» **Data to use**
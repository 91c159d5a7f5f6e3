import { z } from 'zod';
import { uuidSchema } from './common.ts';

/** The catalogue lists the coordinator manages, as they appear in URLs (/api/catalogue/<list>). */
export const catalogueLists = [
  'analytes',
  'methods',
  'instrument-models',
  'reagents',
  'control-materials',
  'control-lots',
] as const;
export const catalogueListSchema = z.enum(catalogueLists);
export type CatalogueList = z.infer<typeof catalogueListSchema>;

/**
 * LOINC check digit: the mod-10 scheme of the LOINC Users' Guide (the same as Luhn): from the right,
 * double every other digit starting with the rightmost, add all resulting digits, and take what is
 * needed to reach the next multiple of ten.
 */
export function loincCheckDigit(base: string): number {
  let sum = 0;
  for (let i = 0; i < base.length; i++) {
    let digit = Number(base[base.length - 1 - i]);
    if (i % 2 === 0) {
      digit *= 2;
      if (digit > 9) digit -= 9;
    }
    sum += digit;
  }
  return (10 - (sum % 10)) % 10;
}

const LOINC_FORMAT = /^(\d{1,7})-(\d)$/;

/** Explains what is wrong with a LOINC code, or returns null when it is well formed with a matching check digit. */
export function loincProblem(code: string): string | null {
  const match = LOINC_FORMAT.exec(code);
  if (!match) return 'expected a LOINC code as digits, a hyphen and a check digit, e.g. 2345-7';
  const expected = loincCheckDigit(match[1]);
  if (expected !== Number(match[2]))
    return `LOINC check digit does not match: ${match[1]}-${expected} expected`;
  return null;
}

/** Blank strings from forms and CSV cells mean "no value". */
const blankToNull = (value: unknown) => (typeof value === 'string' && value.trim() === '' ? null : value);

/** An optional, clearable text field: undefined leaves a stored value alone, null (or '') clears it. */
const optionalText = (max: number) =>
  z.preprocess(blankToNull, z.string().trim().max(max).nullable()).optional();

export const catalogueCodeSchema = z
  .string()
  .trim()
  .regex(/^[A-Za-z0-9][A-Za-z0-9._-]{0,39}$/, 'use 1 to 40 letters, digits, dots, hyphens or underscores');
const nameSchema = z.string().trim().min(1, 'enter a name').max(200);

export const loincCodeSchema = z
  .string()
  .trim()
  .superRefine((code, ctx) => {
    const problem = loincProblem(code);
    if (problem) ctx.addIssue({ code: 'custom', message: problem });
  });

/** A UCUM unit string; whether UCUM knows it is checked by the API (the UCUM library is not in contracts). */
export const ucumUnitSchema = z.string().trim().min(1, 'enter a UCUM unit').max(60);

// ---------- analytes ----------

const plausibleLimit = z.number().min(-1e12).max(1e12).nullable().optional();

/** true/false, yes/no, 1/0 as CSV cells write them; anything else is left for the schema to refuse. */
const textToBoolean = (value: unknown) => {
  if (typeof value !== 'string') return value;
  const text = value.trim().toLowerCase();
  if (['true', 'yes', '1'].includes(text)) return true;
  if (['false', 'no', '0'].includes(text)) return false;
  return value;
};

const analyteFields = {
  code: catalogueCodeSchema,
  name: nameSchema,
  loinc: z.preprocess(blankToNull, loincCodeSchema.nullable()).optional(),
  /** Canonical UCUM unit: values are stored in it. */
  unit: ucumUnitSchema,
  conventionalUnit: z.preprocess(blankToNull, ucumUnitSchema.nullable()).optional(),
  /** g/mol */
  molarMass: z.number().positive('must be greater than 0').max(10_000_000).nullable().optional(),
  decimals: z.number().int('must be a whole number').min(0).max(6).optional(),
  /** Total allowable error, percent. */
  teaPct: z
    .number()
    .positive('must be greater than 0')
    .max(100, 'must be at most 100 %')
    .nullable()
    .optional(),
  /**
   * Absolute part of the total allowable error, in the analyte's unit: published rules read "± teaAbsolute
   * or ± teaPct %, whichever is greater" at the control's concentration.
   */
  teaAbsolute: z.number().positive('must be greater than 0').max(1e9).nullable().optional(),
  teaSource: optionalText(300),
  teaDate: z.preprocess(blankToNull, z.iso.date('expected a date as YYYY-MM-DD').nullable()).optional(),
  /** Plausibility limits in the analyte's unit: a QC figure outside them is refused at upload. */
  plausibleLow: plausibleLimit,
  plausibleHigh: plausibleLimit,
  /** Where the limits come from, or "common practice". */
  plausibilitySource: optionalText(300),
  /** Whether results can be below zero (e.g. base excess); when not, a monthly mean must be > 0. */
  allowsNegative: z.preprocess(textToBoolean, z.boolean()).optional(),
};
export const analyteCreateSchema = z.object({ ...analyteFields, reason: optionalText(500) });
export const analyteUpdateSchema = z.object({ ...partialFields(analyteFields), reason: optionalText(500) });
export type AnalyteCreate = z.infer<typeof analyteCreateSchema>;
export type AnalyteUpdate = z.infer<typeof analyteUpdateSchema>;

// ---------- methods, instrument models, reagents, control materials ----------

const methodFields = { code: catalogueCodeSchema, name: nameSchema, principle: optionalText(200) };
export const methodCreateSchema = z.object({ ...methodFields, reason: optionalText(500) });
export const methodUpdateSchema = z.object({ ...partialFields(methodFields), reason: optionalText(500) });

const instrumentModelFields = {
  code: catalogueCodeSchema,
  name: nameSchema,
  manufacturer: optionalText(200),
};
export const instrumentModelCreateSchema = z.object({ ...instrumentModelFields, reason: optionalText(500) });
export const instrumentModelUpdateSchema = z.object({
  ...partialFields(instrumentModelFields),
  reason: optionalText(500),
});

const reagentFields = { code: catalogueCodeSchema, name: nameSchema, manufacturer: optionalText(200) };
export const reagentCreateSchema = z.object({ ...reagentFields, reason: optionalText(500) });
export const reagentUpdateSchema = z.object({ ...partialFields(reagentFields), reason: optionalText(500) });

const controlMaterialFields = {
  code: catalogueCodeSchema,
  name: nameSchema,
  manufacturer: optionalText(200),
  matrix: optionalText(200),
};
export const controlMaterialCreateSchema = z.object({ ...controlMaterialFields, reason: optionalText(500) });
export const controlMaterialUpdateSchema = z.object({
  ...partialFields(controlMaterialFields),
  reason: optionalText(500),
});

// ---------- control lots ----------

export const controlLotLevelSchema = z.object({
  level: z.number().int('must be a whole number').min(1).max(9),
  description: optionalText(200),
});
const controlLotLevelsSchema = z
  .array(controlLotLevelSchema)
  .min(1, 'give at least one level')
  .max(9)
  .superRefine((levels, ctx) => {
    const seen = new Set<number>();
    levels.forEach((l, i) => {
      if (seen.has(l.level))
        ctx.addIssue({ code: 'custom', path: [i, 'level'], message: `level ${l.level} is listed twice` });
      seen.add(l.level);
    });
  });
const controlLotFields = {
  materialId: uuidSchema,
  lotNumber: catalogueCodeSchema,
  expiresOn: z.iso.date('expected a date as YYYY-MM-DD'),
  levels: controlLotLevelsSchema,
};
export const controlLotCreateSchema = z.object({ ...controlLotFields, reason: optionalText(500) });
export const controlLotUpdateSchema = z.object({
  ...partialFields(controlLotFields),
  reason: optionalText(500),
});
export type ControlLotCreate = z.infer<typeof controlLotCreateSchema>;
export type ControlLotUpdate = z.infer<typeof controlLotUpdateSchema>;

/** Body of retire and restore: an optional reason, kept in the audit log. */
export const catalogueStateChangeSchema = z.object({ reason: optionalText(500) });

// ---------- items as returned ----------

const retirable = { retiredAt: z.string().nullable(), retired: z.boolean() };
export const analyteItemSchema = z.object({
  id: uuidSchema,
  code: z.string(),
  name: z.string(),
  loinc: z.string().nullable(),
  unit: z.string(),
  conventionalUnit: z.string().nullable(),
  molarMass: z.number().nullable(),
  decimals: z.number(),
  teaPct: z.number().nullable(),
  teaAbsolute: z.number().nullable(),
  teaSource: z.string().nullable(),
  teaDate: z.string().nullable(),
  plausibleLow: z.number().nullable(),
  plausibleHigh: z.number().nullable(),
  plausibilitySource: z.string().nullable(),
  allowsNegative: z.boolean(),
  ...retirable,
});
export const methodItemSchema = z.object({
  id: uuidSchema,
  code: z.string(),
  name: z.string(),
  principle: z.string().nullable(),
  ...retirable,
});
export const instrumentModelItemSchema = z.object({
  id: uuidSchema,
  code: z.string(),
  name: z.string(),
  manufacturer: z.string().nullable(),
  ...retirable,
});
export const reagentItemSchema = instrumentModelItemSchema;
export const controlMaterialItemSchema = instrumentModelItemSchema.extend({ matrix: z.string().nullable() });
export const controlLotItemSchema = z.object({
  id: uuidSchema,
  material: z.object({ id: uuidSchema, code: z.string(), name: z.string() }),
  lotNumber: z.string(),
  expiresOn: z.string(),
  expired: z.boolean(),
  state: z.enum(['active', 'retired']),
  levels: z.array(z.object({ level: z.number(), description: z.string().nullable() })),
  retired: z.boolean(),
});
export type AnalyteItem = z.infer<typeof analyteItemSchema>;
export type MethodItem = z.infer<typeof methodItemSchema>;
export type InstrumentModelItem = z.infer<typeof instrumentModelItemSchema>;
export type ReagentItem = z.infer<typeof reagentItemSchema>;
export type ControlMaterialItem = z.infer<typeof controlMaterialItemSchema>;
export type ControlLotItem = z.infer<typeof controlLotItemSchema>;

// ---------- list query ----------

/** Columns each list may be sorted by. */
export const catalogueSortColumns = {
  analytes: ['code', 'name', 'loinc', 'unit'],
  methods: ['code', 'name'],
  'instrument-models': ['code', 'name', 'manufacturer'],
  reagents: ['code', 'name', 'manufacturer'],
  'control-materials': ['code', 'name', 'manufacturer'],
  'control-lots': ['lotNumber', 'expiresOn', 'material', 'state'],
} as const satisfies Record<CatalogueList, readonly string[]>;

export const catalogueListQuerySchema = z.object({
  /** Case-insensitive search in codes and names (and LOINC code, lot number). */
  q: z.string().trim().max(100).optional(),
  sort: z.string().max(40).optional(),
  order: z.enum(['asc', 'desc']).default('asc'),
  state: z.enum(['active', 'retired', 'all']).default('all'),
  limit: z.coerce.number().int().min(1).max(500).default(50),
  offset: z.coerce.number().int().min(0).default(0),
});
export type CatalogueListQuery = z.infer<typeof catalogueListQuerySchema>;

export type CataloguePage<T> = { total: number; items: T[] };

// ---------- CSV import ----------

export const catalogueImportQuerySchema = z.object({ dryRun: z.stringbool().default(true) });

export const importRowSchema = z.object({
  /** Row of the file as a spreadsheet numbers it: the header is row 1. */
  row: z.number(),
  action: z.enum(['create', 'update', 'error']),
  data: z.record(z.string(), z.unknown()).optional(),
  /** For an update: the fields that change (empty when the row matches what is stored). */
  changes: z.array(z.string()).optional(),
  errors: z.array(z.object({ column: z.string(), message: z.string() })).optional(),
});
export type ImportRow = z.infer<typeof importRowSchema>;

export const importResultSchema = z.object({
  rows: z.array(importRowSchema),
  created: z.number(),
  updated: z.number(),
  rejected: z.number(),
  /** False for a preview (dryRun=true). */
  applied: z.boolean(),
});
export type ImportResult = z.infer<typeof importResultSchema>;

/** CSV columns per list; the first is the key that decides between create and update. */
export const catalogueCsvColumns = {
  analytes: {
    required: ['code', 'name', 'unit'],
    optional: [
      'loinc',
      'conventional_unit',
      'molar_mass',
      'decimals',
      'tea_pct',
      'tea_absolute',
      'tea_source',
      'tea_date',
      'plausible_low',
      'plausible_high',
      'plausibility_source',
      'allows_negative',
    ],
  },
  methods: { required: ['code', 'name'], optional: ['principle'] },
  'instrument-models': { required: ['code', 'name'], optional: ['manufacturer'] },
  reagents: { required: ['code', 'name'], optional: ['manufacturer'] },
  'control-materials': { required: ['code', 'name'], optional: ['manufacturer', 'matrix'] },
  'control-lots': {
    required: ['lot_number', 'material_code', 'expires_on', 'levels'],
    optional: ['level_descriptions'],
  },
} as const satisfies Record<CatalogueList, { required: readonly string[]; optional: readonly string[] }>;

/** Makes every field optional (for PATCH bodies) while keeping each field's own checks. */
function partialFields<T extends Record<string, z.ZodType>>(
  fields: T,
): { [K in keyof T]: z.ZodOptional<T[K]> } {
  return Object.fromEntries(Object.entries(fields).map(([k, v]) => [k, v.optional()])) as {
    [K in keyof T]: z.ZodOptional<T[K]>;
  };
}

» **Problem statement**
Among the records above, a stretch begins at the line containing "export const methodItemSchema" and ends at the line containing "---------- CSV import". Restate that stretch word for word, and nothing else.

» **Completed exercise**
export const methodItemSchema = z.object({
  id: uuidSchema,
  code: z.string(),
  name: z.string(),
  principle: z.string().nullable(),
  ...retirable,
});
export const instrumentModelItemSchema = z.object({
  id: uuidSchema,
  code: z.string(),
  name: z.string(),
  manufacturer: z.string().nullable(),
  ...retirable,
});
export const reagentItemSchema = instrumentModelItemSchema;
export const controlMaterialItemSchema = instrumentModelItemSchema.extend({ matrix: z.string().nullable() });
export const controlLotItemSchema = z.object({
  id: uuidSchema,
  material: z.object({ id: uuidSchema, code: z.string(), name: z.string() }),
  lotNumber: z.string(),
  expiresOn: z.string(),
  expired: z.boolean(),
  state: z.enum(['active', 'retired']),
  levels: z.array(z.object({ level: z.number(), description: z.string().nullable() })),
  retired: z.boolean(),
});
export type AnalyteItem = z.infer<typeof analyteItemSchema>;
export type MethodItem = z.infer<typeof methodItemSchema>;
export type InstrumentModelItem = z.infer<typeof instrumentModelItemSchema>;
export type ReagentItem = z.infer<typeof reagentItemSchema>;
export type ControlMaterialItem = z.infer<typeof controlMaterialItemSchema>;
export type ControlLotItem = z.infer<typeof controlLotItemSchema>;

// ---------- list query ----------

/** Columns each list may be sorted by. */
export const catalogueSortColumns = {
  analytes: ['code', 'name', 'loinc', 'unit'],
  methods: ['code', 'name'],
  'instrument-models': ['code', 'name', 'manufacturer'],
  reagents: ['code', 'name', 'manufacturer'],
  'control-materials': ['code', 'name', 'manufacturer'],
  'control-lots': ['lotNumber', 'expiresOn', 'material', 'state'],
} as const satisfies Record<CatalogueList, readonly string[]>;

export const catalogueListQuerySchema = z.object({
  /** Case-insensitive search in codes and names (and LOINC code, lot number). */
  q: z.string().trim().max(100).optional(),
  sort: z.string().max(40).optional(),
  order: z.enum(['asc', 'desc']).default('asc'),
  state: z.enum(['active', 'retired', 'all']).default('all'),
  limit: z.coerce.number().int().min(1).max(500).default(50),
  offset: z.coerce.number().int().min(0).default(0),
});
export type CatalogueListQuery = z.infer<typeof catalogueListQuerySchema>;

export type CataloguePage<T> = { total: number; items: T[] };

// ---------- CSV import ----------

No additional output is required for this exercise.